# [2001 roadster] water ingress



## miknix (Jul 26, 2015)

Hello guys,

Hopefully someone can give me a bit more info about what is going on.

Description of the problem(s):
1) Driver foot well is humid, I can see three wet spots on the floor from where the water is coming from.
2) The well behind the passenger seat gets humid and sometimes wet.
3) Pouring water into the drain cups won't drain through the holes behind the rear wheel arcs (didn't check those yet). The water seems to drain from under the middle of the car. I suspect the drain pipes are disconnected or ruptured and the water is accumulating under the floor.

I was going to remove the coils from the drain pipes to clean them up but I'm afraid of making it worse.
Questions:
A) Does anyone have the part numbers (or the inner diameter) of the drain pipes? I would like to order replacements.
B) Does anyone know the easiest way to access the drain cup connector to fit a new replacement pipe? From some pictures I found on the internet, it seems there is a small rectangle window from behind the rear trim that might allow maneuvering some pliers, can anyone confirm? This is for the driver side, for the passenger side I have no clue how to access it. Ideas?

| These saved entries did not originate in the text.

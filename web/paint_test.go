package web

import (
	"bytes"
	"errors"
	"image"
	"image/png"
	"math"
	"testing"

	"epitally/analytics"
	"epitally/analytics/binning"
	"epitally/analytics/wafermap"
)

// discWafer is a 100 mm wafer of the given pitch whose wavelength rises from
// 450 nm on the left to 460 nm on the right; every 97th die has no value.
func discWafer(pitchMM float64) (*wafermap.Grid, *wafermap.Layout, *wafermap.Plane) {
	l := &wafermap.Layout{Name: "test", WaferDiameterMM: 100, DiePitchXMM: pitchMM, DiePitchYMM: pitchMM, EdgeExclusionMM: 2,
		Mark: "flat", MarkAngleDeg: 270, XAxis: "right", YAxis: "down"}
	reach := int(50/pitchMM) + 1
	g, p := &wafermap.Grid{}, &wafermap.Plane{Quantity: "peak_wavelength_nm", Encoding: wafermap.Int16, Exponent: -2, BaseK: 45500}
	for y := -reach; y <= reach; y++ {
		for x := -reach; x <= reach; x++ {
			if !l.Inside(x, y) {
				continue
			}
			xMM, _ := l.PositionMM(x, y)
			k := int16(math.Round(1000 * xMM / 100))
			if len(g.X)%97 == 96 {
				k = wafermap.Missing16
			}
			g.X, g.Y, p.K16 = append(g.X, int16(x)), append(g.Y, int16(y)), append(p.K16, k)
		}
	}
	return g, l, p
}

func decodePNG(t *testing.T, b []byte) *image.Paletted {
	t.Helper()
	img, err := png.Decode(bytes.NewReader(b))
	if err != nil {
		t.Fatal(err)
	}
	p, ok := img.(*image.Paletted)
	if !ok {
		t.Fatalf("picture is a %T, want a paletted one", img)
	}
	return p
}

func hexAt(img image.Image, x, y int) string {
	r, g, b, _ := img.At(x, y).RGBA()
	return RGB{uint8(r >> 8), uint8(g >> 8), uint8(b >> 8)}.Hex()
}

func TestPaintMapPutsShortLeftAndLongRight(t *testing.T) {
	t.Parallel()
	g, l, p := discWafer(0.5)
	pal := NewPalettes().Light
	s := shades(pal.Deviation)
	for name, flip := range map[string]bool{"x to the right": false, "x to the left": true} {
		layout := *l
		if flip {
			layout.XAxis = "left"
		}
		var b bytes.Buffer
		if err := PaintMap(&b, MapPicture{Grid: g, Layout: &layout, Plane: p, Low: 451, High: 459, Target: 455, Size: 300}); err != nil {
			t.Fatal(err)
		}
		img := decodePNG(t, b.Bytes())
		left, right := hexAt(img, 22, 150), hexAt(img, 278, 150)
		if flip {
			left, right = right, left
		}
		// Both places lie beyond the range and so at the scale's ends.
		if left != s[0].Hex() || right != s[255].Hex() {
			t.Errorf("%s: left %s right %s, want %s and %s", name, left, right, s[0].Hex(), s[255].Hex())
		}
		if got := hexAt(img, 2, 2); got != pal.Paper {
			t.Errorf("%s: corner %s, want paper %s", name, got, pal.Paper)
		}
		// Below the flat (32.5 mm chord: 47.28 mm from the centre) is paper too.
		if got := hexAt(img, 150, 294); got != pal.Paper {
			t.Errorf("%s: below the flat %s, want paper", name, got)
		}
	}
}

func TestPaintMapHatchesMissingDiesAndNeverShadesThem(t *testing.T) {
	t.Parallel()
	l := &wafermap.Layout{WaferDiameterMM: 10, DiePitchXMM: 4, DiePitchYMM: 4, Mark: "none", XAxis: "right", YAxis: "up"}
	g := &wafermap.Grid{X: []int16{0}, Y: []int16{0}}
	p := &wafermap.Plane{Encoding: wafermap.Float64, F64: []float64{math.NaN()}}
	var b bytes.Buffer
	if err := PaintMap(&b, MapPicture{Grid: g, Layout: l, Plane: p, Low: 0, High: 1, Target: math.NaN(), Size: 64}); err != nil {
		t.Fatal(err)
	}
	img := decodePNG(t, b.Bytes())
	seen := map[uint8]int{}
	for y := 25; y < 39; y++ {
		for x := 25; x < 39; x++ {
			seen[img.ColorIndexAt(x, y)]++
		}
	}
	if seen[inkHatch] == 0 || seen[inkPaper] == 0 || len(seen) != 2 {
		t.Errorf("inks of a missing die: %v, want hatch and paper only", seen)
	}
}

func TestPaintMapOfBins(t *testing.T) {
	t.Parallel()
	l := &wafermap.Layout{WaferDiameterMM: 10, DiePitchXMM: 2, DiePitchYMM: 2, Mark: "notch", MarkAngleDeg: 90, XAxis: "right", YAxis: "up"}
	g := &wafermap.Grid{X: []int16{-1, 1}, Y: []int16{0, 0}}
	cells := []binning.Cell{{Name: "A1", Class: binning.Sellable}, {Name: "leaks", Class: binning.Reject}}
	var b bytes.Buffer
	if err := PaintMap(&b, MapPicture{Grid: g, Layout: l, Codes: []uint16{0, 1}, Cells: cells, Size: 106, Dark: true}); err != nil {
		t.Fatal(err)
	}
	img, pal := decodePNG(t, b.Bytes()), NewPalettes().Dark
	if got := hexAt(img, 33, 53); got != pal.Bins[0] {
		t.Errorf("bin A1 is %s, want %s", got, pal.Bins[0])
	}
	if got := hexAt(img, 73, 53); got != pal.Reject[0] {
		t.Errorf("reject is %s, want %s", got, pal.Reject[0])
	}
}

func TestPaintRefusesWhatDoesNotFit(t *testing.T) {
	t.Parallel()
	g, l, p := discWafer(5)
	for name, m := range map[string]MapPicture{
		"too small":   {Grid: g, Layout: l, Plane: p, Size: 31},
		"too large":   {Grid: g, Layout: l, Plane: p, Size: 4097},
		"short codes": {Grid: g, Layout: l, Codes: []uint16{1}, Size: 64},
	} {
		if err := PaintMap(&bytes.Buffer{}, m); !errors.Is(err, analytics.ErrInvalid) {
			t.Errorf("%s: %v, want ErrInvalid", name, err)
		}
	}
	if err := PaintSmallMap(&bytes.Buffer{}, SmallPicture{Size: 3, Cells: make([]byte, 8)}); !errors.Is(err, analytics.ErrInvalid) {
		t.Errorf("small map: %v, want ErrInvalid", err)
	}
}

func TestPaintSmallMapCentresTheTarget(t *testing.T) {
	t.Parallel()
	// Codes 1, 128 and 255 stand for 450, 455 and 460; the target is 455.
	m := SmallPicture{Size: 2, Cells: []byte{1, 128, 255, 0}, Low: 450, High: 460, Target: 455}
	var b bytes.Buffer
	if err := PaintSmallMap(&b, m); err != nil {
		t.Fatal(err)
	}
	img := decodePNG(t, b.Bytes())
	if _, _, _, a := img.At(1, 1).RGBA(); a != 0 {
		t.Error("a cell without a die is not transparent")
	}
	s := shades(NewPalettes().Light.Deviation)
	if got := hexAt(img, 0, 0); got != s[0].Hex() {
		t.Errorf("low end %s, want %s", got, s[0].Hex())
	}
	r, g, bl, _ := img.At(1, 0).RGBA()
	if l := (RGB{uint8(r >> 8), uint8(g >> 8), uint8(bl >> 8)}).lightness(); l < 94 {
		t.Errorf("the target has L* %.1f, want paper (at least 94)", l)
	}
}

func BenchmarkPaintMap(b *testing.B) {
	for name, pitch := range map[string]float64{"14k_dies": 0.73, "1M_dies": 0.0835} {
		g, l, p := discWafer(pitch)
		b.Run(name, func(b *testing.B) {
			b.ReportAllocs()
			b.ReportMetric(float64(g.Len()), "dies")
			var buf bytes.Buffer
			for b.Loop() {
				buf.Reset()
				if err := PaintMap(&buf, MapPicture{Grid: g, Layout: l, Plane: p, Low: 450, High: 460, Target: 455, Size: 512}); err != nil {
					b.Fatal(err)
				}
			}
		})
	}
}
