package web

import (
	"html/template"

	"epitally/analytics/colour"
)

// WaferPage shows one measurement of one wafer.
type WaferPage struct {
	Base
	Wafer        string
	State        string
	Facts        []Fact // where it grew and what it is for
	Measured     []Fact // of the measurement shown
	Notices      []string
	Suspects     []colour.Suspect // what in the measurement breaks physics
	Measurements []Option         // selectors of the form; empty when there is no choice
	Quantities   []Option
	Specs        []Option // value "name" or "name@version"
	View         string   // "quantity" or "bins"
	Map          *MapData // nil: unmeasured
	MapTitle     string   // what the map shows, with its unit
	MapPNG       string   // URL of the server's picture, for reading without script and for print
	MapAlt       string
	MarkWords    string // "flat at the bottom"
	EdgeWords    string // "edge exclusion of 3 mm"; "" = none
	Histogram    *Chart
	Radial       *Chart
	BinYield     *Chart
	SpecTitle    string
	SpecHref     string
	YieldBig     string // "71 %"
	Confident    string // "64 %": those that conform with 95 % confidence; "" = no uncertainty is known
	YieldOver    string // "10,306 of 14,516 layout dies inside the edge exclusion"
	Stats        []StatLine
	StatsOver    string // which dies the figures are over
	Downloads    []Fact // CSV of the dies and the like
	LoadHint     bool   // unmeasured: say how to load
}

// StatLine is one row of the statistics table: formatted with the decimals of
// its quantity, one more for spreads.
type StatLine struct {
	Label, Unit           string
	From                  string // what it was computed from; "" = measured
	N, Missing            string
	Mean, SD, RobustSD    string
	Min, Q01, Q05, Q25    string
	Median, Q75, Q95, Q99 string
	Max                   string
	Within                string // "±1 nm 40 %, ±2 nm 71 %, ±5 nm 99 %"; "–" without a target
	Implausible           int
}

// MapData is what the map script needs, as JSON.
type MapData struct {
	Wafer      string        `json:"wafer"`
	Grid       string        `json:"grid"` // URL of the binary grid
	Dies       int           `json:"dies"`
	Layout     MapLayout     `json:"layout"`
	Quantities []MapQuantity `json:"quantities"`
	Shown      string        `json:"shown"` // name of the quantity shown
	View       string        `json:"view"`  // "quantity" or "bins"
	Bins       *MapBins      `json:"bins"`  // nil: no specification applies
	Palette    Palettes      `json:"palette"`
}

// MapLayout is the part of a layout that drawing needs; lengths in LengthUnit.
type MapLayout struct {
	Diameter   float64 `json:"diameter"`
	PitchX     float64 `json:"pitch_x"`
	PitchY     float64 `json:"pitch_y"`
	Edge       float64 `json:"edge"`
	Mark       string  `json:"mark"`
	MarkAngle  float64 `json:"mark_angle"`
	FlipX      bool    `json:"flip_x"` // die x grows to the left
	FlipY      bool    `json:"flip_y"` // die y grows downwards
	CentreX    float64 `json:"centre_x"`
	CentreY    float64 `json:"centre_y"`
	Assumed    bool    `json:"assumed"`
	LengthUnit string  `json:"length_unit"` // "mm", or "dies" where no pitch is known
	FlatHeight float64 `json:"flat_offset"` // distance of the flat's chord from the centre; 0 = no flat
}

// MapQuantity is one plane that can be shown.
type MapQuantity struct {
	Name     string   `json:"name"`
	Label    string   `json:"label"`
	Unit     string   `json:"unit"`
	Decimals int      `json:"decimals"`
	Plane    string   `json:"plane"` // URL of the binary plane
	Scale    string   `json:"scale"` // "deviation", "magnitude" or "category"
	Low      float64  `json:"low"`
	High     float64  `json:"high"`
	Target   *float64 `json:"target"`
}

// MapBins is the dies' bins under one spec version.
type MapBins struct {
	URL     string    `json:"url"` // URL of the binary codes
	Spec    string    `json:"spec"`
	Version int       `json:"version"`
	Cells   []MapCell `json:"cells"` // index = code
}

// MapCell is one bin, reject reason or "untested".
type MapCell struct {
	Name  string  `json:"name"`
	Class string  `json:"class"`
	Dies  int     `json:"dies"`
	Look  BinLook `json:"look"`
}

// Chart is a chart with its words: every chart can be read as a table.
type Chart struct {
	ID       string // element id, also the name in CSVURL
	Question string // heading
	Caption  string // what it shows, with the sample size
	Label    string // for readers who do not see it
	Options  any    // ECharts options, JSON
	Table    Table
	CSVURL   string
	Tall     int // rows of a horizontal bar chart, for its height; 0 = the usual height
}

// Table is a small table; the first column heads its rows.
type Table struct {
	Head []string
	Rows [][]string // as a person reads them
	Raw  [][]string // the same as a program reads them: no separators, no units
}

// HeightClass is the style class for the height of a chart with Tall rows.
func (c *Chart) HeightClass() string {
	switch {
	case c.Tall == 0:
		return "chart"
	case c.Tall <= 6:
		return "chart chart-6"
	case c.Tall <= 12:
		return "chart chart-12"
	default:
		return "chart chart-24"
	}
}

// scriptJSON marks data as already being JSON for a data block.
type scriptJSON = template.JS
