// Package web holds everything a browser sees: the templates, styles and
// scripts, the builders of chart options, and the painting of map pictures.
//
// # Invariants
//
// Pages are typed structs that embed Base; they are rendered to memory and then
// written, so that a reader never gets half a page. No page carries inline
// script or style attributes: data for scripts stands in JSON blocks, which
// html/template escapes. Every page works without script, save the map, which
// then is the server's own picture.
//
// Colour tables (scale.go) are made here once and handed to the scripts, so that
// the canvas, the pictures and the charts agree.
//
// The package knows nothing of the database and of HTTP routes beyond the URLs
// that its links lead to.
package web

I suspect my Bose amp (or the subwoofer) died due to water ingress. If I don't fix this soon I suspect more electrical problems are to come.


----------



## miknix (Jul 26, 2015)

Below is rear drain hole from passenger side, 100% dry after pouring some water into the drain cup... bad news:










Below, inside of rear drain hole (passenger side) - the coil seems to be missing:









Below, inside of rear drain hole (driver side).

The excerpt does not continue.